Она не отступилась, принялась убеждать, что только он, Аженор, пользуется авторитетом у шляпниц, которые все как одна нахалки и грубиянки, чуть что бегут жаловаться Хлодомиру, парикмахеру, готовому взять каждую под крыло.
Ссутулившись и бормоча сквозь зубы проклятия, Аженор тяжело поднялся по лестнице. В мастерской закройщиков было тихо. И неудивительно — ни одного из тридцати трудяг, орудовавших здесь ножницами под командованием сурового мастера, не оказалось на месте. Лишь рулоны тафты, шевиота, ратина, бумазеи ждали своего часа на столах; там же валялись незаконченные мантии, бармы и пышные короткие штаны.
— Это что за ерунда? Забастовка? — вслух изумился Аженор. Выходя из мастерской, он к тому же подскользнулся на упавших со стола штанах и едва удержался на ногах, схватившись за гладильный столик. Рассвирепев, тут же бросился искать Марию, чтобы дать выход гневу, и увидел, как она входит в швейную мастерскую.

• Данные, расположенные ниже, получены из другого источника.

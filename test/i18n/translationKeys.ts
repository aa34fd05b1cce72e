/**
 * The translation keys a source file can ask for, read with the TypeScript parser: literal
 * keys (`t('app.depth.title')`, or a key kept as data: `label: 'app.x.y'`) and the static
 * heads of keys built from templates (`t(\`app.models.${m}\`)` → `app.models.`). A `t()`
 * whose key cannot be read this way (`t(key)`) is reported, since no check could follow it.
 */
import ts from 'typescript';

/** The top-level names of the locale files: a string starting with one of them and a dot is a key. */
const KEY = /^(app|errors|warnings|jobs|cli)\./u;

export interface KeyUse {
  /** A whole key, or the start of every key a template can build. */
  key: string;
  kind: 'key' | 'prefix';
  where: string;
}

const isTCall = (node: ts.CallExpression) =>
  (ts.isIdentifier(node.expression) && node.expression.text === 't') ||
  (ts.isPropertyAccessExpression(node.expression) && node.expression.name.text === 't');

/** Keys and key prefixes in one source, and the `t()` calls whose key is not readable. */
export function translationKeys(source: ts.SourceFile): { uses: KeyUse[]; unreadable: string[] } {
  const uses: KeyUse[] = [];
  const unreadable: string[] = [];
  const where = (node: ts.Node) =>
    `${source.fileName}:${source.getLineAndCharacterOfPosition(node.getStart()).line + 1}`;
  /** Whether `node` (a t() argument) is a key we can read, possibly one of two branches. */
  const readable = (node: ts.Expression): boolean => {
    if (ts.isParenthesizedExpression(node)) return readable(node.expression);
    if (ts.isConditionalExpression(node)) return readable(node.whenTrue) && readable(node.whenFalse);
    if (ts.isStringLiteralLike(node)) return KEY.test(node.text);
    return ts.isTemplateExpression(node) && KEY.test(node.head.text);
  };
  const visit = (node: ts.Node) => {
    if (ts.isStringLiteralLike(node) && KEY.test(node.text))
      uses.push({ key: node.text, kind: 'key', where: where(node) });
    else if (ts.isTemplateExpression(node) && KEY.test(node.head.text))
      uses.push({ key: node.head.text, kind: 'prefix', where: where(node) });
    if (ts.isCallExpression(node) && isTCall(node)) {
      const first = node.arguments[0];
      if (!first || !readable(first)) unreadable.push(`${where(node)}: ${node.getText(source).slice(0, 80)}`);
    }
    ts.forEachChild(node, visit);
  };
  visit(source);
  return { uses, unreadable };
}

/** Every message path of a locale tree (`app.depth.title`, …). */
export function leafKeys(node: unknown, prefix = ''): string[] {
  if (typeof node !== 'object' || node === null || Object.keys(node).length === 0) return [prefix];
  return Object.entries(node).flatMap(([k, v]) => leafKeys(v, prefix ? `${prefix}.${k}` : k));
}

const PLURAL_SUFFIX = /^_(?:zero|one|two|few|many|other)$/u;

/** The messages a use can show: the key itself, its plural forms, or its subtree; for a prefix, every key starting with it. */
export function messagesOf(use: Pick<KeyUse, 'key' | 'kind'>, leaves: readonly string[]): string[] {
  if (use.kind === 'prefix') return leaves.filter((leaf) => leaf.startsWith(use.key));
  return leaves.filter(
    (leaf) =>
      leaf === use.key ||
      leaf.startsWith(`${use.key}.`) ||
      (leaf.startsWith(`${use.key}_`) && PLURAL_SUFFIX.test(leaf.slice(use.key.length))),
  );
}
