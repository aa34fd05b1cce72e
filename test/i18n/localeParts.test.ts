/**
 * The locale files are loaded in two parts (src/i18n/localeParts.ts): the parts of each file
 * are disjoint and together the whole file, and the first part holds every message the first
 * screen's code can ask for (read from the modules that load with src/app/main.tsx, following
 * static imports only: lazily loaded screens wait for the rest).
 */
import fc from 'fast-check';
import { describe, expect, it } from 'vitest';
import { localeChunks } from '../../src/i18n/build/localeChunks';
import { LANGUAGES, RESOURCES } from '../../src/i18n/i18n';
import { readdirSync, readFileSync } from 'node:fs';
import { join } from 'node:path';
import { FIRST_SCREEN_KEYS, isFirstScreenKey, pickLocalePart, type Messages } from '../../src/i18n/localeParts';
import { parseSource, staticImportGraph } from '../importGraph';
import { LEFT_TO_REST_READERS } from '../size/lazyOnly';
import { leafKeys, messagesOf, translationKeys, type KeyUse } from './translationKeys';

const ENTRY = 'src/app/main.tsx';

const sourceFiles = (dir: string): string[] =>
  readdirSync(dir, { withFileTypes: true }).flatMap((entry) => {
    const path = join(dir, entry.name);
    if (entry.isDirectory()) return sourceFiles(path);
    return /\.tsx?$/u.test(entry.name) ? [path] : [];
  });

/** The leaves of a tree with their messages, for comparing trees whatever their key order. */
const entries = (tree: Messages) =>
  leafKeys(tree).map((key) => [key, key.split('.').reduce<unknown>((n, k) => (n as Messages)[k], tree)] as const);

/** Both parts merged back, as the app does (deep). */
function merge(a: Messages, b: Messages): Messages {
  const out: Messages = { ...a };
  for (const [k, v] of Object.entries(b)) {
    const mine = out[k];
    out[k] = typeof mine === 'object' && typeof v === 'object' ? merge(mine, v) : v;
  }
  return out;
}

function expectSplit(messages: Messages, keys: readonly string[]) {
  const first = pickLocalePart(messages, 'first', keys);
  const rest = pickLocalePart(messages, 'rest', keys);
  const firstKeys = new Set(leafKeys(first).filter((k) => k !== ''));
  expect(
    leafKeys(rest).filter((k) => firstKeys.has(k)),
    'in both parts',
  ).toEqual([]);
  expect(new Map(entries(merge(first, rest)))).toEqual(new Map(entries(messages)));
}

describe('splitting a locale file in two parts', () => {
  it.each(LANGUAGES)('%s: the parts are disjoint and together are the whole file', (lng) => {
    expectSplit(RESOURCES[lng], FIRST_SCREEN_KEYS);
    const first = leafKeys(pickLocalePart(RESOURCES[lng], 'first'));
    expect(first.length).toBeGreaterThan(100);
    expect(first.length).toBeLessThan(leafKeys(RESOURCES[lng]).length / 2 + 100);
  });

  it('a path takes its subtree or its message with the plural forms, and nothing that merely starts alike', () => {
    const messages: Messages = { a: { b: { c: '1', d: '2' }, bc: '3', n_one: '4', n_other: '5', nx: '6' }, z: '7' };
    expect(pickLocalePart(messages, 'first', ['a.b', 'a.n'])).toEqual({
      a: { b: { c: '1', d: '2' }, n_one: '4', n_other: '5' },
    });
    expect(pickLocalePart(messages, 'rest', ['a.b', 'a.n'])).toEqual({ a: { bc: '3', nx: '6' }, z: '7' });
    expect(pickLocalePart(messages, 'first', ['a', '!a.b', '!a.n'])).toEqual({ a: { bc: '3', nx: '6' } });
    expect(isFirstScreenKey('a.b.c', ['a', '!a.b'])).toBe(false);
    expect(isFirstScreenKey('a.bc', ['a', '!a.b'])).toBe(true);
  });

  it('holds for any tree and any list of paths (property)', () => {
    const name = fc.constantFrom('a', 'b', 'c', 'a_one', 'a_other', 'bb');
    const tree = fc.letrec<{ node: Messages }>((tie) => ({
      node: fc.dictionary(name, fc.oneof({ depthSize: 'small' }, fc.string(), tie('node')), { minKeys: 1, maxKeys: 4 }),
    })).node;
    const paths = fc.array(
      fc.array(name, { minLength: 1, maxLength: 3 }).map((p) => p.join('.')),
      { maxLength: 5 },
    );
    fc.assert(fc.property(tree, paths, (messages, keys) => expectSplit(messages, keys)));
  });

  it('the build plugin serves each part of a locale as a module', async () => {
    const plugin = localeChunks();
    const call = (hook: unknown, ...args: unknown[]): unknown =>
      (hook as (this: unknown, ...a: unknown[]) => unknown).call({ addWatchFile: () => {} }, ...args);
    const id = call(plugin.resolveId, 'virtual:casefront-locale/es/first') as string;
    expect(typeof id).toBe('string');
    const loaded = call(plugin.load, id) as { code: string };
    const text = loaded.code.replace(/^export default /u, '').replace(/;\s*$/u, '');
    expect(JSON.parse(text)).toEqual(pickLocalePart(RESOURCES.es as Messages, 'first'));
    expect(call(plugin.resolveId, './other')).toBeNull();
    expect(() => call(plugin.resolveId, 'virtual:casefront-locale/xx/first')).toThrow(/no locale file/u);
    expect(() => call(plugin.resolveId, 'virtual:casefront-locale/es/middle')).toThrow(/parts of a locale/u);
  });
});

describe('the first part holds what the first screen asks for', () => {
  const modules = staticImportGraph(ENTRY).filter((path) => /\.tsx?$/u.test(path));
  const scanned = modules.map((path) => translationKeys(parseSource(path)));
  const uses: KeyUse[] = scanned.flatMap((s) => s.uses);
  const english = leafKeys(RESOURCES.en);

  it('the key scanner reads literal keys, keys kept as data and template heads, and reports keys it cannot read', () => {
    const sample = parseSource(
      'sample.tsx',
      "const a = t('app.x.y'); const b = t(`app.models.${m}`); const c = { label: 'errors.z' }; t(key); t(`${ns}.k`); t(ok ? 'app.p' : 'app.q');",
    );
    const found = translationKeys(sample);
    expect(found.uses.map((u) => `${u.kind} ${u.key}`)).toEqual([
      'key app.x.y',
      'prefix app.models.',
      'key errors.z',
      'key app.p',
      'key app.q',
    ]);
    expect(found.unreadable.map((u) => u.split(': ')[1])).toEqual(['t(key)', 't(`${ns}.k`)']);
  });

  it('follows static imports from the entry, not import() or import type', () => {
    expect(modules).toContain('src/app/depth/Screen.tsx');
    expect(modules).toContain('src/app/shell/Header.tsx');
    expect(modules).toContain('src/i18n/useT.ts');
    for (const lazy of [
      'src/app/cycle/Screen.tsx',
      'src/app/settings/Screen.tsx',
      'src/app/log/save/SaveForm.tsx',
      'src/app/cycle/chart.ts',
    ]) {
      expect(modules).not.toContain(lazy);
    }
    expect(uses.length).toBeGreaterThan(80);
  });

  it('every t() in those modules has a key the check can read', () => {
    expect(scanned.flatMap((s) => s.unreadable)).toEqual([]);
  });

  /** Paths left to the rest inside a first-part subtree: codes only lazily loaded readers write. */
  const leftToRest = FIRST_SCREEN_KEYS.filter((key) => key.startsWith('!')).map((key) => key.slice(1));

  it('codes whose words are left to the rest are written only by readers the first screen does not load', () => {
    const codes = leftToRest.map((path) => path.slice(path.indexOf('.') + 1));
    const literal = new RegExp(`['"\`](?:${codes.join('|')})\\.`, 'u');
    // result.ts lists every code (for its type) and paramUnits.ts gives their params' units: neither writes one.
    const writers = sourceFiles('src')
      .filter((path) => !/physics\/(result|paramUnits)\.ts$/u.test(path))
      .filter((path) => literal.test(readFileSync(path, 'utf8')));
    expect(writers.length).toBeGreaterThan(2);
    expect(writers.filter((path) => !LEFT_TO_REST_READERS.some((reader) => reader.test(path)))).toEqual([]);
  });

  it.each(LANGUAGES)(
    '%s: every key (and every key a template can build) asked for there is in the first part',
    (lng) => {
      const first = new Set(leafKeys(pickLocalePart(RESOURCES[lng], 'first')));
      const problems = uses.flatMap((use) => {
        const messages = messagesOf(use, english).filter(
          (m) => !leftToRest.some((path) => m.startsWith(`${path}.`) && !use.key.startsWith(path)),
        );
        if (messages.length === 0) return [`${use.where}: ${use.key} names no message`];
        const missing = messages.filter((m) => !first.has(m));
        return missing.length > 0
          ? [
              `${use.where}: ${use.key} → not in the first part: ${missing.slice(0, 3).join(', ')}${missing.length > 3 ? ', …' : ''}`,
            ]
          : [];
      });
      expect(problems).toEqual([]);
    },
  );

  it('every entry of FIRST_SCREEN_KEYS names messages that code asks for (the first part stays small)', () => {
    const asked = new Set(uses.flatMap((use) => messagesOf(use, english)));
    const stale = FIRST_SCREEN_KEYS.filter((key) => !key.startsWith('!')).filter((key) => {
      const named = messagesOf({ key, kind: 'key' }, english);
      return named.length === 0 || !named.some((m) => asked.has(m));
    });
    expect(stale).toEqual([]);
  });

  it.each(LANGUAGES)('%s: a first-part message nests no message of the rest ($t)', (lng) => {
    const first = pickLocalePart(RESOURCES[lng], 'first');
    const firstKeys = new Set(leafKeys(first));
    const nested = entries(first).flatMap(([key, text]) =>
      [...String(text).matchAll(/\$t\(([\w.]+)/gu)].map((m) => [key, m[1]!] as const),
    );
    expect(nested.filter(([, target]) => !firstKeys.has(target))).toEqual([]);
  });
});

— Ты объяснишь мне наконец, что… — взревел именинник, догоняя жену, но тут грянуло в сотню глоток:
— С днем рожденья, Аженор!
Совершенно оторопевший, он оказался среди юных швей, шляпниц, сапожников, портных, закройщиков и вахтеров. Были там и главный костюмер, и Рике Лёсюэр — бывший пожарный Опера, и Оскар Лафарж — старшина рабочих сцены, и Обен Комбре — подмастерье, которого Мария учила ремеслу. Аженора принялись поздравлять со всех сторон, засыпали подарками. Мария преподнесла ему футлярчик, где на бархате лежала заколка для галстука, украшенная бриллиантами. Преисполнившись раскаяния и прослезившись, он крепко обнял жену.
— Здорово я тебя разыграла, а, мой котеночек? — засмеялась она. — Ты решил, я совсем совесть потеряла, и уже подумывал развестись?
Примирение супругов было встречено криками «ура!» и свистом.
— Рыцари иглы и ножниц, врачеватели костюмных изъянов, за мной! — завопил Хлодомир. — Нас ждет вино в оружейной!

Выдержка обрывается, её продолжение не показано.